With the election of Ronald (Government IS the problem) Reagan, the tax codes were "simplified."
Multiple tax tiers were reduced to three.
In return for "flex-plans" allowing insurance premiums to be "pre-tax" individual medical deductions must now exceed a catastrophic percentage of earned income. Anyone with medical expenses over 7.5 percent of AGI is allowed the excess to be deducted, which means you're in damn deep doo-doo for health care at your house.
The big benefit of tax simplification, though, was for those at the top, whose rate was slashed from seventy to fifty percent. As time went by that was reduced another ten percent.

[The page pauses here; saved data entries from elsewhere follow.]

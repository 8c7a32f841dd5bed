/** Change signatures of bindings: equal signatures mean downstream need not re-run. */
import type { Quantity } from '../units/quantity.ts';
import { formatUnit } from '../units/units.ts';

export function quantitySig(q: Quantity): string {
  return `${Object.is(q.si, -0) ? '-0' : q.si}|${q.dim.join(',')}|${q.temp ?? ''}|${formatUnit(q.unit)}`;
}
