/**
 * An event's `count` written as an expression (`n_doses`, `round(72 h / tau)`): its value
 * must be a plain whole number, 1 or more. Pure; throws FieldError on the count's path.
 */
import { type Quantity, describe } from '../units/quantity.ts';
import { isDimensionless } from '../units/dimension.ts';
import { fail } from './fields.ts';

/** The most repeats a count may ask for (as the written number's check in study/validate.ts). */
export const MAX_COUNT = 100_000;
/** How far from a whole number a computed count may be and still be that number (`0.3 / 0.1`). */
const WHOLE_SLACK = 1e-9;

/** The whole number a count's value stands for, or a FieldError on `path` saying why it is none. */
export function repeatCount(q: Quantity, path: string): number {
  if (!isDimensionless(q.dim)) fail(path, `the number of times must be a plain number (such as 6), not ${describe(q)}`, 'unit');
  const n = Math.round(q.si);
  if (!Number.isFinite(q.si) || Math.abs(q.si - n) > WHOLE_SLACK * Math.max(1, Math.abs(q.si))) {
    fail(path, `the number of times must be a whole number; it is ${describe(q)} (round(...) rounds it)`);
  }
  if (n < 1 || n > MAX_COUNT) fail(path, `the number of times must be from 1 to ${MAX_COUNT}; it is ${n}`);
  return n;
}
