describe('documents that are not studies are refused with a path', () => {
  const cases: Array<[string, unknown, string, RegExp]> = [
    ['another format', { format: 'other', version: 1, cells: [] }, 'format', /not a Ratebook study/],
    ['a newer version', { format: 'ratebook-study', version: 9, cells: [] }, 'version', /newer Ratebook/],
    ['a duplicate id', study([{ id: 'a', kind: 'note', text: '' }, { id: 'a', kind: 'note', text: '' }]), 'cells[1].id', /used twice/],
    ['an unknown kind', study([{ id: 'a', kind: 'note', text: '' }, { id: 'b', kind: 'chart' }]), 'cells[1].kind', /unknown cell kind "chart"/],
    ['broken JSON', '{"format": "ratebook-study",', '', /not valid JSON/],
    ['an author that is not text', { format: 'ratebook-study', version: 1, author: 7, cells: [] }, 'author', /"author" must be text/],
  ];
  for (const [what, doc, path, message] of cases) {
    it(what, () => {
      const r = runStudy(doc);
      assert.equal(r.ok, false);
      if (!r.ok) {
        assert.equal(r.error.path, path);
        assert.match(r.error.message, message);
      }
    });
  }

  it('keeps the optional author through edits, sets it and clears it', () => {
    const r = openStudy({ format: 'ratebook-study', version: 1, title: 'x', author: 'A. Reviewer', cells: [{ id: 'a', kind: 'note', text: '' }] });
    assert.ok(r.ok);
    if (!r.ok) return;
    r.session.apply({ type: 'retitle', title: 'y' });
    assert.equal(r.session.document().author, 'A. Reviewer');
    r.session.apply({ type: 'author', author: 'B. Engineer' });
    assert.equal(r.session.document().author, 'B. Engineer');
    r.session.apply({ type: 'author', author: '  ' });
    assert.equal('author' in r.session.document(), false, 'a blank author is removed');
  });

  it('sets the optional description and clears it', () => {
    const r = openStudy({ format: 'ratebook-study', version: 1, title: 'x', cells: [{ id: 'a', kind: 'note', text: '' }] });
    assert.ok(r.ok);
    if (!r.ok) return;
    r.session.apply({ type: 'describe', description: 'Cooling a stock pot (invented numbers)' });
    assert.equal(r.session.document().description, 'Cooling a stock pot (invented numbers)');
    r.session.apply({ type: 'retitle', title: 'y' });
    assert.equal(r.session.document().description, 'Cooling a stock pot (invented numbers)');
    r.session.apply({ type: 'describe', description: ' ' });
    assert.equal('description' in r.session.document(), false, 'a blank description is removed');
  });

  it('older versions go through the migration table step by step', () => {
    const table = {
      1: (d: Record<string, unknown>) => ({ ...d, cells: [...(d.cells as unknown[]), { id: 'added', kind: 'note', text: 'v2' }] }),
      2: (d: Record<string, unknown>) => ({ ...d, title: `${d.title} (v3)` }),
    };
    const { doc, notes } = migrate({ format: 'ratebook-study', version: 1, title: 'old', cells: [] }, 1, 3, table);
    assert.equal(doc.version, 3);
    assert.equal(doc.title, 'old (v3)');
    assert.equal((doc.cells as unknown[]).length, 1);
    assert.equal(notes.length, 2);
  });
});
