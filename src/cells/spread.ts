/**
 * A parameter's spread (the `spread` field of a parameters item): read, checked against the
 * value, turned into the binding's `InputSpread` (SI) and the report's `SpreadReport` with its
 * text for people ("0.6 /h ± 15%", "0.6 /h ± 0.05 /h", "0.5–0.7 /h"). Each problem is on its
 * own field (`items[j].spread.sd`).
 */
import type { ParameterSpread } from '../study/types.ts';
import { missingFigureWords } from '../study/spread-rules.ts';
import type { CellError, InputSpread } from '../engine/node.ts';
import type { SpreadReport } from '../engine/report.ts';
import type { Lookup } from '../expression/evaluate.ts';
import { type Field, field, FieldError, finiteQuantityOf, valueOf } from './fields.ts';
import { type Quantity, describe, deltaUnit, report, shownUnit, valueIn, formatNumber } from '../units/quantity.ts';
import { formatUnit, unitAfterNumber } from '../units/units.ts';
import { sameDim, describeDim } from '../units/dimension.ts';
import { stepOf } from './solve.ts';

/** A spread's fields, parsed. */
export interface SpreadFields {
  readonly distribution: string;
  readonly path: string;
  readonly sd?: Field;
  readonly cv?: Field;
  readonly from?: Field;
  readonly to?: Field;
}

/** Parses an item's `spread` (at `path`, `...items[j].spread`); undefined when there is none. Problems of syntax are recorded. */
export function spreadFields(spread: ParameterSpread | undefined, path: string, problems: CellError[]): SpreadFields | undefined {
  if (!spread || typeof spread !== 'object') return undefined;
  const opt = (key: 'sd' | 'from' | 'to') => (spread[key] !== undefined ? field(spread[key], `${path}.${key}`, problems) : undefined);
  const cvText = typeof spread.cv === 'number' ? String(spread.cv) : spread.cv;
  return {
    distribution: String(spread.distribution), path,
    sd: opt('sd'), from: opt('from'), to: opt('to'),
    cv: cvText !== undefined ? field(cvText, `${path}.cv`, problems) : undefined,
  };
}

const bad = (path: string, message: string, kind: 'invalid' | 'unit' | 'shape' = 'invalid'): never => { throw new FieldError({ kind, path, message }); };

/** The difference a field gives, as a size (a temperature reading such as `0.5 degC` read as a size of degree). */
function sizeOf(f: Field, lookup: Lookup, q: Quantity, name: string, what: string): number {
  const s = finiteQuantityOf(f, lookup);
  if (!sameDim(s.dim, q.dim)) bad(f.path, `the ${what} of ${name} must be ${describeDim(q.dim)} like its value (${describe(q)}); it is ${describeDim(s.dim)} (${describe(s)})`, 'unit');
  return stepOf(s);
}

/**
 * The spread of `name`, whose value is q: checked (SD and CV above zero, a log-normal value
 * above zero, a uniform's ends in order around the value, every figure of the value's
 * dimension), as the binding's spread and as reported.
 */
export function checkedSpread(name: string, q: Quantity, f: SpreadFields, lookup: Lookup): { spread: InputSpread; report: SpreadReport } {
  const unit = shownUnit(q);
  const inUnit = (si: number) => ({ ...q, si });
  const diff: Quantity = { si: 0, dim: q.dim, unit: deltaUnit(unit), ...(q.temp ? { temp: 'delta' as const } : {}) };
  const missing = (key: string) => bad(`${f.path}.${key}`, missingFigureWords(f.distribution, key), 'shape');
  switch (f.distribution) {
    case 'normal': {
      if (!f.sd) return missing('sd');
      const sd = sizeOf(f.sd, lookup, q, name, 'SD');
      if (!(sd > 0)) bad(f.sd.path, `the SD of ${name} must be above zero; it is ${describe({ ...diff, si: sd })}`);
      const sdQ = { ...diff, si: sd };
      return { spread: { kind: 'normal', sd }, report: { distribution: 'normal', sd: report(sdQ), text: `${describe(q)} ± ${describe(sdQ)}` } };
    }
    case 'lognormal': {
      if (!f.cv) return missing('cv');
      const v = valueOf(f.cv, lookup);
      if (typeof v === 'boolean' || v.dim.some((d) => d !== 0)) bad(f.cv.path, `the CV of ${name} must be a plain number (0.15, or 15%)${typeof v === 'boolean' ? '' : `; it is ${describeDim(v.dim)}`}`, 'unit');
      const cv = (v as Quantity).si;
      if (!(Number.isFinite(cv) && cv > 0)) bad(f.cv.path, `the CV of ${name} must be above zero; it is ${formatNumber(cv)}`);
      if (q.temp === 'point') bad(f.cv.path, `${name} is a temperature reading; a log-normal spread needs a value on a ratio scale: give a normal spread with an SD`);
      if (!(q.si > 0)) bad(f.cv.path, `a log-normal spread needs a value above zero (its median); ${name} is ${describe(q)}`);
      const sigma = Math.sqrt(Math.log1p(cv * cv));
      return { spread: { kind: 'lognormal', sigma }, report: { distribution: 'lognormal', cv, text: `${describe(q)} ± ${formatNumber(cv * 100, 3)}%` } };
    }
    case 'uniform': {
      if (!f.from) return missing('from');
      if (!f.to) return missing('to');
      const ends = [f.from, f.to].map((e, i) => {
        const x = finiteQuantityOf(e, lookup);
        if (!sameDim(x.dim, q.dim)) bad(e.path, `the ${i ? 'upper' : 'lower'} end of ${name}'s spread must be ${describeDim(q.dim)} like its value (${describe(q)}); it is ${describeDim(x.dim)} (${describe(x)})`, 'unit');
        return x;
      });
      const [lo, hi] = ends;
      if (!(lo.si < hi.si)) bad(f.from.path, `the spread of ${name} must run from a lower to a higher value: ${describe(lo)} is not below ${describe(hi)}`);
      if (q.si < lo.si || q.si > hi.si) bad(f.from.path, `${name} (${describe(q)}) lies outside its spread, ${describe(lo)} to ${describe(hi)}`);
      const u = unitAfterNumber(formatUnit(unit));
      const text = `${formatNumber(valueIn(lo, unit))}–${formatNumber(valueIn(hi, unit))}${u ? ` ${u}` : ''}`;
      return { spread: { kind: 'uniform', from: lo.si, to: hi.si }, report: { distribution: 'uniform', from: report(inUnit(lo.si)), to: report(inUnit(hi.si)), text } };
    }
    default:
      return bad(`${f.path}.distribution`, `must be one of normal, lognormal, uniform`, 'shape');
  }
}

/** The spread's part of a binding's signature. */
export function spreadSig(s: InputSpread): string {
  switch (s.kind) {
    case 'normal': return `~n${s.sd}`;
    case 'lognormal': return `~ln${s.sigma}`;
    case 'uniform': return `~u${s.from},${s.to}`;
    case 'joint': return `~j${s.index}:${Array.from(s.joint.covariance).join(',')}`;
  }
}
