/// `[server.recording]`: `None` unless `enabled = true` (then `directory` is required).
fn recording_config(p: &mut Problems, r: RawRecording) -> Option<crate::record::RecordingConfig> {
    use crate::record::{RecordingConfig, SyncPolicy};
    let at = |k: &str| format!("server.recording.{k}");
    let rotate_bytes = r
        .rotate_bytes
        .map(|v| p.int(&at("rotate_bytes"), v, 4096, i64::MAX) as u64);
    let rotate_seconds = r
        .rotate_seconds
        .map(|v| p.positive(&at("rotate_seconds"), v, " s"));
    let interval = r
        .sync_interval_ms
        .map(|v| p.int(&at("sync_interval_ms"), v, 1, 3_600_000));
    let sync = match r.sync.as_deref() {
        None | Some("fsync") => SyncPolicy::Fsync,
        Some("none") => SyncPolicy::None,
        Some("flush") => SyncPolicy::Flush,
        Some("interval") => {
            let ms = interval.unwrap_or(1000) as u64;
            SyncPolicy::Interval(Duration::from_millis(ms))
        }
        Some(other) => {
            p.add(
                at("sync"),
                format!("must be \"none\", \"flush\", \"fsync\" or \"interval\", got {other:?}"),
            );
            SyncPolicy::Fsync
        }
    };
    if interval.is_some() && !matches!(sync, SyncPolicy::Interval(_)) {
        p.add(at("sync_interval_ms"), "only used with sync = \"interval\"");
    }
    if r.enabled != Some(true) {
        return None;
    }
    let directory = p.required(&at("directory"), r.directory, "where recording files go")?;
    if directory.trim().is_empty() {
        p.add(at("directory"), "must not be blank");
    }
    Some(RecordingConfig {
        directory: directory.into(),
        rotate_bytes,
        rotate_seconds,
        sync,
    })
}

When the tax codes were complicated most wage earners took what was called the "standard deduction." leaving "itemizing" to those with a more complicated picture. Over time this habit has had the effect of dumbing down an already low tax IQ to the point where the "tax service" industry (seasonal, like Christmas tree sales) has become a flourishing enterprise that most ordinary people never realize eats away their hard-earned money worse than pay-day check-cashing outfits.
My wife and I, along with the rest of our super-rich peers, were awash with money after a few years so we didn't worry about anyone else. (Believe that if it makes you feel better.) But we looked with sympathy on our children who went into that dark earnings night unaware that their world was a very different place from the one into which they were born. It was about that time when easy credit became the order of the day.
Deduct credit card interest? Fugedaboudit! As long as you make minimum payments you can use credit cards to the max. Need another one? Go get it.
Don't ask if you can afford something. The question is Can you make the payments?
The reader can see where this is going. Roubini put his finger on it over a year ago (and before) when no one was paying attention. He summarized it well in Forbes last week.
It is time for our elected representatives to see that the last twenty-five years has resulted in a near-fatal harvest of unintended consequences. The progressive income tax was essentially abandoned when three income tax tiers went into effect. Since that time the gap separating rich and poor has opened wider every year.
The time has come to set things right and return to a meaningful update of the Sixteenth Amendment.